# Litter training questions



## MaxQ (Dec 17, 2012)

Hey all,

I have a couple questions about litter training.

1) I just started mixing in a new kind of litter into my Hog's litter pan. We're switching out from the last of the stuff the breeder sent us home with--something called Dry Den that apparently only comes in huge bags at the feed and tack store. Since we only have one hedgie and storage space in our apartment is at a premium, I just don't see a reason to buy enormous bags of litter. Which brings me to my question: I bought something called Eco Straw (http://www.oxbowanimalhealth.com/products/type/largepicture?picture=705&object=1566) and Max decided to try and eat (? Maybe?) and anoint himself with one of the pellets. Is this bad? Should I remove the eco straw litter? It seems pretty benign and I haven't seen him do it since, so I'm not sure.

2) My guy is just about two months old and...well, he's messy. Not like I wasn't expecting that, but I'm wondering if I should even bother keeping the litter pan in his cage at this point. He doesn't reliably use it and it takes up a lot of space in the cage. How many of you use litter pans in your cages? Do the hogs use them more as they get older? Or will a messy tyke always be that way? I spot clean the cage every day, so it wouldn't be that big of a deal to get rid of it. I don't think it's really saving me any work at this point anyways.

3) I was thinking of trying to find a small tray to fit under his wheel and just switch over to using that as a litter box. It seems like that's a pretty popular set up with the saucer/bucket wheels. Do any of you use that strategy? Do the hedgies actually go there, or does it merely catch the poo that flings off the wheel as they run around at night?

Thanks!


----------



## moxieberry (Nov 30, 2011)

Litter training hedgehogs isn't really "training" at all - it's more like taking advantage of things they'll do anyway. The vast majority of hedgehogs will 1. poop and pee while running on the wheel, and 2. avoid doing their business where they sleep. With that in mind, some strategic positioning of the tray goes a long way. Put it under the wheel, and put it (plus the wheel) at the opposite end of the cage from where the primary sleeping spot is - or if you find that your hedgehog has a preferred area for pooping, use that as a guide. You'll want something to catch the runoff from the wheel anyway, and there's going to be a natural accumulation at the wheel, which is much the same as the idea of relocating droppings to try to "teach" them where to go.

Babies are messy, and they poop a lot. The cages of babies are definitely more messy and need to be cleaned more often. It's a phase - you'll definitely see the mess decrease as your hedgehog gets older. How consistently they use a litter tray or how often they leave wayward poops elsewhere in the cage will depend entirely on the individual hedgehog - they can range from neat freaks to complete slobs. But, for a typical hedgehog, you should be able to get to the point where they use the litter tray 80-90% of the time.

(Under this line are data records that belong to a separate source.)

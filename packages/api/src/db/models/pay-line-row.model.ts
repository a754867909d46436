import { DataTypes, Model } from 'sequelize';
import type { InferAttributes, InferCreationAttributes, Sequelize } from 'sequelize';
import type { PayLine } from '@driprail/shared/domain/pay/pay-week.types';

export class PayLineRow extends Model<InferAttributes<PayLineRow>, InferCreationAttributes<PayLineRow>> {
  declare id: string;
  declare payWeekId: string;
  declare personId: string;
  declare position: number;
  declare key: string;
  declare amountCents: number;
  declare isPayable: boolean;
  declare line: PayLine;
}

export function initPayLineRow(sequelize: Sequelize): void {
  PayLineRow.init(
    {
      id: { type: DataTypes.UUID, primaryKey: true },
      payWeekId: { type: DataTypes.UUID, allowNull: false },
      personId: { type: DataTypes.UUID, allowNull: false },
      position: { type: DataTypes.INTEGER, allowNull: false },
      key: { type: DataTypes.TEXT, allowNull: false },
      amountCents: { type: DataTypes.BIGINT, allowNull: false },
      isPayable: { type: DataTypes.BOOLEAN, allowNull: false },
      line: { type: DataTypes.JSONB, allowNull: false },
    },
    { sequelize, modelName: 'PayLineRow', tableName: 'pay_lines', underscored: true, timestamps: false },
  );
}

For trays that go under the wheel, the two basic options are a tray that goes only under the "bucket" part of the wheel, positioned between the legs of the wheel stand, or a tray that goes under the whole wheel. I much prefer the second option. I find that a lot of my hedgehogs, when they do their business not while running, will do it behind the wheel or around the legs of it, so having a tray under the whole thing works a lot better. The ones I make look like this:










For the litter, it's fine if it's just anointing. The rule of thumb for introducing something new like that is to monitor your hedgehog closely for the first few hours. If you see repeated chewing on it without anointing, that's more likely actually consuming it, so the litter should be removed. I just use washable liners for my trays, but I know Yesterday's News and Carefresh are among the common litter choices.


----------



## MaxQ (Dec 17, 2012)

Thanks moxieberry!

It looks like he was just anointing himself with the new stuff. It did have a very strong smell coming out of the bag, so I'm not really surprised. I haven't seen him go for it since that first time. I've changed the set-up around a little bit so that the litter tray is under the wheel and I'm already liking that much better. His cage is a little on the small side and the old litter pan took up almost 1/4-1/3 of the floor space. Max seems to approve of this new arrangement as well, now he can push his toy car around more.


----------



## shkwade (Dec 19, 2012)

If you decide eventually that you want to put a smaller litter pan in Max's cage I just use paper towel as litter. At first my hedgehog kept pulling it out of the litter box and then doing his business. I'm not sure what that was all about. Anyway I started picking up his poops and putting them in his litter box ontop of the paper towel. This seemed to work a small miracle because now Henry always uses his litter box. I hope this helps!


----------